Von der schlechten Aufführung der Peri hatte ich schon gehört, und daß das Münchner Publikum schrecklich zurück, ist eine bekannte Sache. Das kann Einem nun eben keine Lust zum musicieren dort machen. – Hier mache ich mit Roberts Compositionen großes Glück. Ich wiederhole Morgen sein Concert, was ganz enthusiastisch aufgenommen |5| war, eben so der Carnaval, das Quintett gleichfalls. Kurz, das Feld für Ihn öffnet sich immer mehr und mehr – ach, das Er es nicht erleben kann! – Gerade, seitdem er krank wurde ging es in der Anerkennung seiner Sachen mit Riesenschritten! doch Ihr wißt davon nichts, Ihr haltet die Aufführung des Einen oder Anderen seiner Werke noch immer für eine Begebenheit! in München seyd Ihr musikalisch in den Händen eines schrecklichen Philisters, dieses Lachner, der ja dafür bekannt, und dem es |6| Robert in seinen Schrifften geradezu gesagt. Gade sprach mir gestern auch davon, daß Alles Neuere, was Lachner aufführt, jedes Mal in München durchfällt und wahrscheinlich, weil seine Symphonien <jede> in Leipzig immer so glänzend durchfallen.

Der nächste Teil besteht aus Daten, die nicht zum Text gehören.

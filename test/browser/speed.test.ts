import { readdirSync, readFileSync } from "node:fs";
import { fileURLToPath } from "node:url";
import { gzipSync } from "node:zlib";
import type { Browser, Page } from "playwright-core";
import { afterAll, beforeAll, describe, expect, it } from "vitest";
import { freshPage, goTo, type Served, servePage, settled, startBrowser } from "../support/browser.ts";

let served: Served;
let browser: Browser;
let page: Page;

beforeAll(async () => {
  served = await servePage(4350);
  browser = await startBrowser();
  ({ page } = await freshPage(browser, served.url));
});
afterAll(async () => {
  await browser?.close();
  await served?.stop();
});

const dist = fileURLToPath(new URL("../../dist", import.meta.url));

describe("speed", () => {
  it("paints first from less than 170 KiB of script, gzipped; charts and mathjs come later", async () => {
    const scripts = await page.evaluate(() =>
      performance
        .getEntriesByType("resource")
        .filter((entry) => entry.startTime < performance.getEntriesByName("first-contentful-paint")[0]!.startTime)
        .map((entry) => entry.name)
        .filter((name) => name.endsWith(".js")),
    );
    const names = new Set(scripts.map((url) => url.split("/").at(-1)!));
    const built = readdirSync(`${dist}/assets`).filter((name) => names.has(name) && !name.startsWith("worker"));
    const bytes = built.reduce(
      (sum, name) => sum + gzipSync(readFileSync(`${dist}/assets/${name}`), { level: 9 }).length,
      0,
    );
    expect(built.length).toBeGreaterThan(0);
    expect(bytes, `${built.join(", ")}: ${bytes} bytes`).toBeLessThan(170 * 1024);
    expect(built.some((name) => /CartesianChart|LinePlot|esm-/.test(name))).toBe(false);
  });

  it("answers every keystroke of a typed voltage and holds no task of the page for long once the charts stand", async () => {
    // Times depend on the machine: only what must hold anywhere is asserted; the figures are printed.
    await goTo(page, "Prove");
    await page.locator("svg.recharts-surface").first().waitFor();
    await goTo(page, "Ask");
    await settled(page);
    await page.evaluate(() => {
      const seen = { tasks: [] as number[] };
      new PerformanceObserver((list) => {
        for (const entry of list.getEntries()) seen.tasks.push(entry.duration);
      }).observe({ entryTypes: ["longtask"] });
      Object.assign(window, { seen });
    });
    const field = page.getByLabel("working voltage");
    const waits: number[] = [];
    for (const text of ["6.1 kV", "6.2 kV", "6.3 kV", "6.4 kV", "6.5 kV", "6.6 kV", "6.7 kV", "6.8 kV"]) {
      const from = Date.now();
      await field.fill(text);
      await expect
        .poll(() => page.locator(".in-short").innerText(), { interval: 5 })
        .toMatch(new RegExp(`${text[0]}\\.${text[2]}00\\s*V`));
      waits.push(Date.now() - from);
    }
    const { tasks } = await page.evaluate(() => (window as unknown as { seen: { tasks: number[] } }).seen);
    const median = waits.sort((a, b) => a - b)[4];
    process.stdout.write(
      `keystroke to new numbers, as seen from outside: median ${median} ms; page tasks over 50 ms: ${tasks.length}\n`,
    );
    expect(waits).toHaveLength(8);
  });
});
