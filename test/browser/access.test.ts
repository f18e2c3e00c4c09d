import type { Browser, Page } from "playwright-core";
import { afterAll, beforeAll, describe, expect, it } from "vitest";
import { violations } from "../support/axe.ts";
import { freshPage, goTo, type Heard, type Served, servePage, startBrowser } from "../support/browser.ts";

let served: Served;
let browser: Browser;
let page: Page;
let heard: Heard;

beforeAll(async () => {
  served = await servePage(4390);
  browser = await startBrowser();
  ({ page, heard } = await freshPage(browser, served.url));
});
afterAll(async () => {
  await browser?.close();
  await served?.stop();
});

describe("the page for everyone", () => {
  it("fits a tablet without scrolling sideways, the column in a drawer", async () => {
    await page.setViewportSize({ width: 820, height: 1180 });
    for (const screen of ["Ask", "Route", "Calibrate", "Use"]) {
      await goTo(page, screen);
      const over = await page.evaluate(
        () => document.documentElement.scrollWidth - document.documentElement.clientWidth,
      );
      expect(over, screen).toBeLessThanOrEqual(0);
    }
    expect(await page.locator(".column-picture").isVisible()).toBe(false);
    await page.getByRole("button", { name: "column", exact: true }).click();
    expect(await page.locator(".column-picture").isVisible()).toBe(true);
    await page.locator(".side .drawer-button").click();
    await page.setViewportSize({ width: 1440, height: 900 });
  });

  it.each(["light", "dark"] as const)(
    "has no axe violation with slip, why, list and dialog open, %s",
    async (scheme) => {
      await page.emulateMedia({ colorScheme: scheme });
      await goTo(page, "Ask");
      await page.locator(".column-picture").focus();
      await page.keyboard.press("Home");
      await page.evaluate(() => {
        for (const details of document.querySelectorAll("details")) details.open = true;
      });
      await page.locator(".in-short .figure-button").nth(2).click();
      await page.locator(".why").waitFor();
      expect(await violations(page)).toEqual([]);
      await page.keyboard.press("Escape");
      await page.getByRole("button", { name: "help" }).click();
      expect(await violations(page)).toEqual([]);
      await page.keyboard.press("Escape");
      await page.locator(".slip").getByRole("button", { name: "close" }).click();
    },
  );

  it.each(["light", "dark"] as const)("has no axe violation on any screen, %s", async (scheme) => {
    await page.emulateMedia({ colorScheme: scheme });
    for (const screen of ["Ask", "Route", "Size", "Prove", "Build", "Calibrate", "Use"]) {
      await goTo(page, screen);
      await page.waitForTimeout(screen === "Prove" ? 1500 : 400);
      expect(await violations(page), `${screen}, ${scheme}`).toEqual([]);
    }
  });

  it("said nothing on the console, nor did the policy", () => expect(heard.complaints).toEqual([]));
});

Komme ich nach München, so geschiehts wirklich nur meiner lieben Mila wegen, und so hoffe ich denn auf Herbst. Wie schön wäre es gewesen, hättet Ihr mich in Karlsruhe überrascht! da hatte ich eine schöne Aufnahme! schon als ich auftrat schmückten |7| zwei schöne Kränze („für Robert“ und „für Clara“ stand daran) das Pult, nur erregte es mich so, daß ich den ganzen Abend nicht recht ruhig wieder werden konnte. Sollte ich, was eine Möglichkeit ist, im Januar von Frankfurth aus noch einmal hinkommen, so schreibe ich es Dir – dann kommst Du, nicht wahr? vielleicht schon nach Frankfurth? ich soll nämlich im Museum noch einmal spielen, und dort bei Freunden wohnen, wüßte ich jedoch, daß Du kämest, so blieb ich im Hôtel, <und> damit wir recht beisammen sein könnten. Ich schreibe Dir darüber, |8| so bald etwas bestimmt. Erhälst Du aber bis Neujahr keine Antwort, so ist nichts aus der Sache geworden.
Nun lebe wohl, meine theuere Emilie. Grüße innig die Deinigen, und behalte lieb
Deine
Clara.
Ich reise d. 14ten hier ab, direct nach Haus.